My cousin taught me to stuff bait bags and band the lobsters’ claws together “to keep them from killing each other,” he insisted, though more than a few seemed to have it in for my arm, too. My difficulty with the basic slip knot and barely concealed horror at the bag of rotting herring amused him, but I felt a swell of pride when he finally declared me “a natural,” and I thought it may not be just a figure of speech. Hauling is in my blood, and being introduced as Tyler’s cousin, whose Vinalhaven blood goes back for generations, seemed to make the intimidatingly hearty men I met later that day at the dealer relax in my cloyingly inquisitive company.
At the dealer, which is located on a raft in the middle of a bay, the grizzled and salty-bearded fishermen of my Deadliest Catch expectations traded sardonic chuckles, dragging in their wakes buckets packed with ninety pounds of live lobsters. “The radio said ‘it was only a .22,’” one of them said, shaking his head, “‘only a .22.’” The shot had been the-all-too- likely result of an escalated conflict over hauling territory on the neighboring Matinicus Island, news of which broke early that morning. The victim, Chris Young, had been shot in the neck and was reported to be paralyzed. For a community whose biggest crime threats tend more toward improper recycling practices, the people on the raft seemed surprisingly nonplussed by the news, discussing it with dry-as-granite humor and the palpable sense of gumption I have long associated with my many relatives from Maine.

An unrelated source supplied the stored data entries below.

import { TestBed } from '@angular/core/testing';
import { By } from '@angular/platform-browser';
import { BaseChartDirective } from 'ng2-charts';
import { FlightChart, pointAt } from './flight-chart';
import type { FlightEvent, FlightSeriesPoint } from './flight-data';

const series: FlightSeriesPoint[] = [
  { t: -1, altitudeM: 0, speedMps: 0 },
  { t: 0, altitudeM: 0, speedMps: 0 },
  { t: 2, altitudeM: 80, speedMps: 80 },
  { t: 10, altitudeM: 400, speedMps: 2 },
  { t: 11, altitudeM: 401, speedMps: -1 },
  { t: 60, altitudeM: 0, speedMps: 0 },
];
const events: FlightEvent[] = [
  { kind: 'liftoff', t: 0 },
  { kind: 'burnout', t: 2 },
  { kind: 'apogee', t: 10.5 },
  { kind: 'landing', t: 60 },
];

describe('FlightChart', () => {
  // jsdom has no canvas; Chart.js then draws nothing, which is all these checks need.
  beforeAll(() => jest.spyOn(HTMLCanvasElement.prototype, 'getContext').mockReturnValue(null));
  beforeEach(() => jest.spyOn(console, 'error').mockImplementation(() => undefined));
  afterEach(() => (console.error as jest.Mock).mockRestore());

  const render = async () => {
    const fixture = TestBed.createComponent(FlightChart);
    fixture.componentRef.setInput('series', series);
    fixture.componentRef.setInput('events', events);
    await fixture.whenStable();
    return fixture.nativeElement as HTMLElement;
  };

  it('should describe the chart in words for screen readers', async () => {
    const el = await render();
    const label = el.querySelector('[role=img]')!.getAttribute('aria-label')!;
    expect(label).toContain('Highest point 401 m at 11.0 s');
    expect(label).toContain('fastest climb 80 m/s at 2.0 s');
    expect(el.querySelector('canvas')).not.toBeNull();
  });

  it('should list the events in a table with altitude and speed at each', async () => {
    const el = await render();
    const rows = Array.from(el.querySelectorAll('tbody tr')).map((r) =>
      Array.from(r.children).map((c) => c.textContent!.trim()),
    );
    expect(rows).toEqual([
      ['Liftoff', '0.0', '0', '0'],
      ['Motor burnout', '2.0', '80', '80'],
      ['Apogee (highest point)', '10.5', '400.5', '0.5'],
      ['Landing', '60.0', '0', '0'],
    ]);
    expect(el.querySelector('th[scope=col]')!.textContent).toBe('Event');
  });

  it('should chart altitude and speed on their own axes and mark the events on the altitude line', async () => {
    const fixture = TestBed.createComponent(FlightChart);
    fixture.componentRef.setInput('series', series);
    fixture.componentRef.setInput('events', events);
    await fixture.whenStable();
    const chart = fixture.debugElement.query(By.directive(BaseChartDirective)).injector.get(BaseChartDirective);
    const [altitude, speed, marks] = chart.data!.datasets;
    expect(altitude.data).toHaveLength(series.length);
    expect((speed as { yAxisID?: string }).yAxisID).toBe('speed');
    expect(marks.label).toBe('Events');
    expect(marks.data).toEqual([
      { x: 0, y: 0 },
      { x: 2, y: 80 },
      { x: 10.5, y: 400.5 },
      { x: 60, y: 0 },
    ]);
  });

  it('should show no table without events', async () => {
    const fixture = TestBed.createComponent(FlightChart);
    fixture.componentRef.setInput('series', series);
    await fixture.whenStable();
    expect((fixture.nativeElement as HTMLElement).querySelector('table')).toBeNull();
  });
});

describe('pointAt', () => {
  it('should read between the two nearest points and hold at the ends', () => {
    expect(pointAt(series, 1)).toEqual({ altitudeM: 40, speedMps: 40 });
    expect(pointAt(series, 100)).toEqual({ altitudeM: 0, speedMps: 0 });
    expect(pointAt(series, -5)).toEqual({ altitudeM: 0, speedMps: 0 });
    expect(pointAt([], 1)).toBeNull();
  });
});
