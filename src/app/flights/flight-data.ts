import type { FlightEvent, FlightSeriesPoint, FlightSummary } from '@contracts/flights/flight-data';

export type { FlightEvent, FlightSeriesPoint, FlightSummary };
export type { ColumnMapping } from '@contracts/flights/column-mapping';

/** Event names in Padside's words. */
export const EVENT_LABELS: Record<FlightEvent['kind'], string> = {
  liftoff: 'Liftoff',
  burnout: 'Motor burnout',
  apogee: 'Apogee (highest point)',
  deployment: 'Descent under the main recovery device',
  landing: 'Landing',
};
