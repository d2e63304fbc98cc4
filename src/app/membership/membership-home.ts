import { DatePipe } from '@angular/common';
import { ChangeDetectionStrategy, Component, computed, inject, signal } from '@angular/core';
import { rxResource } from '@angular/core/rxjs-interop';
import { NonNullableFormBuilder, ReactiveFormsModule, Validators } from '@angular/forms';
import { RouterLink } from '@angular/router';
import { HttpErrorResponse } from '@angular/common/http';
import { catchError, firstValueFrom, of, throwError } from 'rxjs';
import { MatButtonModule } from '@angular/material/button';
import { MatCheckboxModule } from '@angular/material/checkbox';
import { MatFormFieldModule } from '@angular/material/form-field';
import { MatInputModule } from '@angular/material/input';
import { MatSelectModule } from '@angular/material/select';
import { MatSlideToggleModule } from '@angular/material/slide-toggle';
import { applyServerErrors } from '../core/api-error';
import { SessionStore } from '../core/session-store';
import { FieldErrorPipe } from '../shared/field-error-pipe';
import { MoneyPipe } from '../shared/money-pipe';
import { FlyingCaution } from './flying-caution';
import { JoinForm } from './join-form';
import { MembershipApi, type Membership } from './membership-api';
import { TEST_CARDS } from './test-cards';
import { SiteNames } from '../core/site-names';

const STATUS_TEXT: Record<Membership['status'], string> = {
  pending: 'Waiting for the first payment',
  active: 'Paid up',
  lapsing: 'In grace: renew soon',
  lapsed: 'Lapsed',
};

/** Club dues: join when new, otherwise the member's status, renewal and auto-renew. */
@Component({
  selector: 'ps-membership-home',
  imports: [ReactiveFormsModule, RouterLink, DatePipe, MatButtonModule, MatCheckboxModule, MatFormFieldModule, MatInputModule, MatSelectModule, MatSlideToggleModule, FieldErrorPipe, MoneyPipe, FlyingCaution, JoinForm],
  templateUrl: './membership-home.html',
  styleUrl: './membership-forms.scss',
  changeDetection: ChangeDetectionStrategy.OnPush,
})
export class MembershipHome {
  private readonly api = inject(MembershipApi);
  protected readonly session = inject(SessionStore);
  protected readonly site = inject(SiteNames);

  protected readonly cards = TEST_CARDS;
  protected readonly statusText = STATUS_TEXT;
  protected readonly policy = rxResource({ stream: () => this.api.policy() });
  /** null means "no membership yet"; other failures surface as errors. */
  protected readonly mine = rxResource({
    params: () => (this.session.signedIn() ? true : undefined),
    stream: () => this.api.me().pipe(catchError((err) => (err instanceof HttpErrorResponse && err.status === 404 ? of(null) : throwError(() => err)))),
  });
  protected readonly membership = computed(() => this.mine.value()?.membership ?? null);
  protected readonly quote = rxResource({ params: () => this.membership()?.planId, stream: ({ params }) => this.api.quote(params) });

  protected readonly renewForm = inject(NonNullableFormBuilder).group({
    paymentToken: [''],
    waiverAccepted: [false],
    waiverVersion: [''],
  });
  protected readonly autoRenewCard = inject(NonNullableFormBuilder).control('');
  protected readonly detailsForm = inject(NonNullableFormBuilder).group({ associationNumber: [''], associationExpires: [''], certificationLevel: ['none'], certificationDate: [''] });
  protected readonly editingDetails = signal(false);
  protected readonly problem = signal<string | null>(null);
  protected readonly notice = signal<string | null>(null);
  protected readonly busy = signal(false);

  protected joined(m: Membership): void {
    this.notice.set(`Welcome aboard. Your member number is ${m.memberNumber}; your dues run to ${m.termEnd}.`);
    this.mine.reload();
  }

  protected async renew(): Promise<void> {
    const m = this.membership();
    const policy = this.policy.value();
    if (!m || !policy) return;
    const v = this.renewForm.getRawValue();
    if (!m.waiverCurrent && !v.waiverAccepted) {
      this.renewForm.controls.waiverAccepted.setErrors({ required: true });
      this.renewForm.controls.waiverAccepted.markAsTouched();
      return;
    }
    if (!v.paymentToken && !m.hasSavedCard) {
      this.renewForm.controls.paymentToken.setErrors({ required: true });
      this.renewForm.controls.paymentToken.markAsTouched();
      return;
    }
    this.busy.set(true);
    this.problem.set(null);
    try {
      const res = await firstValueFrom(
        this.api.renew({ ...(v.paymentToken ? { paymentToken: v.paymentToken } : {}), ...(!m.waiverCurrent ? { waiverVersion: policy.waiverVersion, safetyCodeVersion: policy.safetyCodeVersion } : {}) }),
      );
      this.notice.set(`Renewed. Your dues now run to ${res.membership.termEnd}.`);
      this.renewForm.reset();
      this.mine.reload();
    } catch (err) {
      this.problem.set(applyServerErrors(this.renewForm, err));
    } finally {
      this.busy.set(false);
    }
  }

  protected editDetails(m: Membership): void {
    this.detailsForm.reset({ associationNumber: m.associationNumber ?? '', associationExpires: m.associationExpires ?? '', certificationLevel: m.certificationLevel, certificationDate: m.certificationDate ?? '' });
    this.editingDetails.set(true);
  }

  protected async saveDetails(): Promise<void> {
    this.problem.set(null);
    const v = this.detailsForm.getRawValue();
    try {
      await firstValueFrom(this.api.updateProfile({ associationNumber: v.associationNumber || null, associationExpires: v.associationExpires || null, certificationLevel: v.certificationLevel, certificationDate: v.certificationDate || null }));
      this.notice.set('Association and certification details saved.');
      this.editingDetails.set(false);
      this.mine.reload();
    } catch (err) {
      this.problem.set(applyServerErrors(this.detailsForm, err));
    }
  }

  protected async setAutoRenew(on: boolean): Promise<void> {
    this.problem.set(null);
    try {
      await firstValueFrom(this.api.setAutoRenew(on, this.autoRenewCard.value || undefined));
      this.notice.set(on ? 'Auto-renew is on.' : 'Auto-renew is off.');
      this.autoRenewCard.reset();
    } catch (err) {
      this.problem.set(applyServerErrors(this.renewForm, err));
    } finally {
      this.mine.reload();
    }
  }
}
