import { HttpEventType, provideHttpClient } from '@angular/common/http';
import { HttpTestingController, provideHttpClientTesting } from '@angular/common/http/testing';
import { TestBed } from '@angular/core/testing';
import type { FlightSummary } from './flight-data';
import { FlightLogUpload } from './flight-log-upload';
import { guessColumnMapping } from '@contracts/flights/column-mapping';
import { previewRows } from './flight-log-preview';

const LOG =
  'time_ms,pressure_hpa,temp,ax,ay,az\n0,977.00,20.1,0,0,1\n10,977.01,20.1,0,0,1\n20,976.99,20.1,0.1,0,5.1\n30,976.90,20.1,0.1,0,5.1\n';
const SUMMARY: FlightSummary = {
  apogeeMetres: 634.9,
  apogeeFeet: 2083,
  apogeeAtSeconds: 12.7,
  maxSpeedMps: 100,
  descentRateMps: 5,
  peakAccelG: 5.1,
  flightTimeSeconds: 139.6,
  samples: 14500,
};

describe('FlightLogUpload', () => {
  beforeEach(() => TestBed.configureTestingModule({ providers: [provideHttpClient(), provideHttpClientTesting()] }));

  const setUp = async () => {
    const fixture = TestBed.createComponent(FlightLogUpload);
    fixture.componentRef.setInput('flightId', 17);
    await fixture.whenStable();
    return fixture;
  };
  const pick = async (fixture: Awaited<ReturnType<typeof setUp>>, text: string, name = 'flight.csv') => {
    const input = fixture.nativeElement.querySelector('input[type=file]') as HTMLInputElement;
    Object.defineProperty(input, 'files', {
      value: [new File([text], name, { type: 'text/csv' })],
      configurable: true,
    });
    input.dispatchEvent(new Event('change'));
    // The preview reads the file asynchronously (FileReader); wait until the form shows what it read.
    const el = fixture.nativeElement as HTMLElement;
    for (let i = 0; i < 200 && !el.querySelector('.preview, .form-problem'); i++) {
      await new Promise((r) => setTimeout(r, 10));
      await fixture.whenStable();
    }
  };
  const submit = async (fixture: Awaited<ReturnType<typeof setUp>>) => {
    (fixture.nativeElement.querySelector('form') as HTMLFormElement).dispatchEvent(new Event('submit'));
    await fixture.whenStable();
  };
  const selectText = (fixture: Awaited<ReturnType<typeof setUp>>) =>
    Array.from((fixture.nativeElement as HTMLElement).querySelectorAll('mat-select')).map((s) => s.textContent!.trim());

  it('should show the first rows and prefill the columns from the header names', async () => {
    const fixture = await setUp();
    await pick(fixture, LOG);
    const el = fixture.nativeElement as HTMLElement;
    expect(Array.from(el.querySelectorAll('.preview th')).map((h) => h.textContent)).toEqual([
      'time_ms',
      'pressure_hpa',
      'temp',
      'ax',
      'ay',
      'az',
    ]);
    expect(el.querySelectorAll('.preview tbody tr')).toHaveLength(4);
    expect(el.textContent).toContain('recognised the columns');
    expect(selectText(fixture)).toEqual([
      'time_ms',
      'milliseconds',
      'pressure_hpa',
      'hPa (mbar)',
      'temp',
      'Three axes',
      'g',
      'ax',
      'ay',
      'az',
    ]);
  });

  it('should ask for the columns when it does not recognise them', async () => {
    const fixture = await setUp();
    await pick(fixture, 'stamp;baro_raw\n1;97700\n');
    expect((fixture.nativeElement as HTMLElement).textContent).toContain('did not recognise the column names');
    await submit(fixture);
    TestBed.inject(HttpTestingController).expectNone('/api/flights/17/data');
    expect((fixture.nativeElement as HTMLElement).querySelector('mat-error')!.textContent).toContain(
      'The time column is required.',
    );
  });

  it('should post the log and the mapping with a progress bar, then emit the summary', async () => {
    const fixture = await setUp();
    const emitted: FlightSummary[] = [];
    fixture.componentInstance.uploaded.subscribe((s) => emitted.push(s));
    await pick(fixture, LOG);
    await submit(fixture);
    const req = TestBed.inject(HttpTestingController).expectOne('/api/flights/17/data');
    expect(req.request.method).toBe('POST');
    expect(req.request.reportProgress).toBe(true);
    const body = req.request.body as FormData;
    expect((body.get('log') as File).name).toBe('flight.csv');
    expect(JSON.parse(body.get('columns') as string)).toEqual({
      time: { column: 'time_ms', unit: 'ms' },
      pressure: { column: 'pressure_hpa', unit: 'hPa' },
      temperature: { column: 'temp', unit: 'C' },
      acceleration: { columns: ['ax', 'ay', 'az'], unit: 'g' },
    });
    req.event({ type: HttpEventType.UploadProgress, loaded: 30, total: 100 });
    await fixture.whenStable();
    const el = fixture.nativeElement as HTMLElement;
    expect(el.querySelector('mat-progress-bar')!.getAttribute('aria-label')).toBe('Uploading: 30%');
    req.event({ type: HttpEventType.UploadProgress, loaded: 100, total: 100 });
    await fixture.whenStable();
    expect(el.textContent).toContain('reading the log');
    req.flush({ summary: SUMMARY }, { status: 201, statusText: 'Created' });
    await fixture.whenStable();
    expect(emitted).toEqual([SUMMARY]);
    expect(el.querySelector('mat-progress-bar')).toBeNull();
    expect(el.querySelector('[role=status]')!.textContent).toContain('634.9 m');
  });

  it('should show the server field errors beside their fields', async () => {
    const fixture = await setUp();
    await pick(fixture, LOG);
    await submit(fixture);
    TestBed.inject(HttpTestingController)
      .expectOne('/api/flights/17/data')
      .flush(
        {
          error: {
            code: 'unmappable_log',
            message: 'The pressure column reads about 977 Pa before liftoff.',
            fields: {
              columns: 'The pressure column reads about 977 Pa before liftoff. Is it in hPa?',
              'columns.time': 'The log has no column named "time_ms".',
            },
          },
        },
        { status: 400, statusText: 'Bad Request' },
      );
    await fixture.whenStable();
    const el = fixture.nativeElement as HTMLElement;
    expect(el.querySelector('fieldset [role=alert]')!.textContent).toContain('Is it in hPa?');
    expect(el.querySelector('mat-error')!.textContent).toContain('no column named "time_ms"');
    expect(el.querySelector('.form-problem')!.textContent).toContain('977 Pa');
  });

  it('should show a refusal of the file beside the file picker', async () => {
    const fixture = await setUp();
    await pick(fixture, LOG);
    await submit(fixture);
    TestBed.inject(HttpTestingController)
      .expectOne('/api/flights/17/data')
      .flush(
        {
          error: {
            code: 'invalid_request',
            message: 'Too long.',
            fields: { log: 'A log may hold at most 200,000 rows.' },
          },
        },
        { status: 400, statusText: 'Bad Request' },
      );
    await fixture.whenStable();
    expect((fixture.nativeElement as HTMLElement).querySelector('#flight-log-file-error')!.textContent).toContain(
      '200,000 rows',
    );
  });
});

describe('the browser-side log preview', () => {
  it('should split on the delimiter the header uses and skip comments', () => {
    expect(previewRows('# logger v2\ntime\tpressure\n0\t97700\n', 5)).toEqual({
      headers: ['time', 'pressure'],
      rows: [['0', '97700']],
    });
    expect(previewRows('')).toEqual({ headers: [], rows: [] });
  });

  it('should guess like the server for the common names', () => {
    expect(guessColumnMapping(['t', 'baro', 'accel_z (m/s^2)'])).toEqual({
      time: { column: 't', unit: 's' },
      pressure: { column: 'baro', unit: 'hPa' },
      acceleration: { columns: ['accel_z (m/s^2)'], unit: 'm/s2' },
    });
    expect(guessColumnMapping(['a', 'b'])).toBeNull();
  });
});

While I have known few New Englanders who make a habit of optimism, the mood today veered toward grim and lacked that familiar twinkle of irony that usually accompanies their cursing. Many of these men were friendly with Young and worried about the imminent retaliation they fully expected. In an uncharacteristically proactive move, police placed a two week ban on Matinicus lobster fishing, which was sure only to make matters worse for the people already approaching a state of economic desperation. Sole lobstering rights to their waters and minimal law enforcement have given Matinicus—or “The Matinican Republic” as one young lobsterman affectionately called it—a reputation for lawlessness.
But there is no doubt the shooting was the result of unrelentingly high tensions since the price of lobster dipped at the end of last summer and has since shown no sign of recovery. Some lobstermen, who historically made shockingly good livings off fishing this true luxury item, are now not making a profit at all. One man on the raft talked about a friend of his whose engine blew out in January. In July he was still trying to come up with the $1,500 he needed to repair it, faced with the double insult of the stubbornly low price of lobster and unwilling banks.
Lobstering is not only a point of pride in Vinalhaven’s history, but an economic necessity for the island, as one of its two major industries (the other is tourism). There has been talk of a state-wide “tie-up” in which lobstermen would refuse to fish in protest of unfair prices. But when I asked the men on board the raft about this possibility and whether they will participate, they smiled and shook their heads: “Fishermen are too independent to strike, isn’t that right?” one sun-spotted fisherman asked another, patting the side of his boat. When I asked him if lobstermen had ever unionized, he broke into a boisterous laugh that seemed to speak for everyone on the raft: he, for one, was not the picketing type.
A strike would not have been without precedent. In 2007, fishermen overcame their solitary natures and barricaded the harbor. The effort, which was meant to draw publicity and raise prices, only lasted a day, not long enough to drive supply down. This year many lobstermen who have found themselves living day-to-day say they simply can’t afford a tie-up. One fisherman recalled the 2007 barricade with the air of a sell-out remembering the simple and idealistic days of his youth: “We were getting $3.50 then.” Today, any fisherman would gladly settle on the historic low (but liveable) $3 per pound.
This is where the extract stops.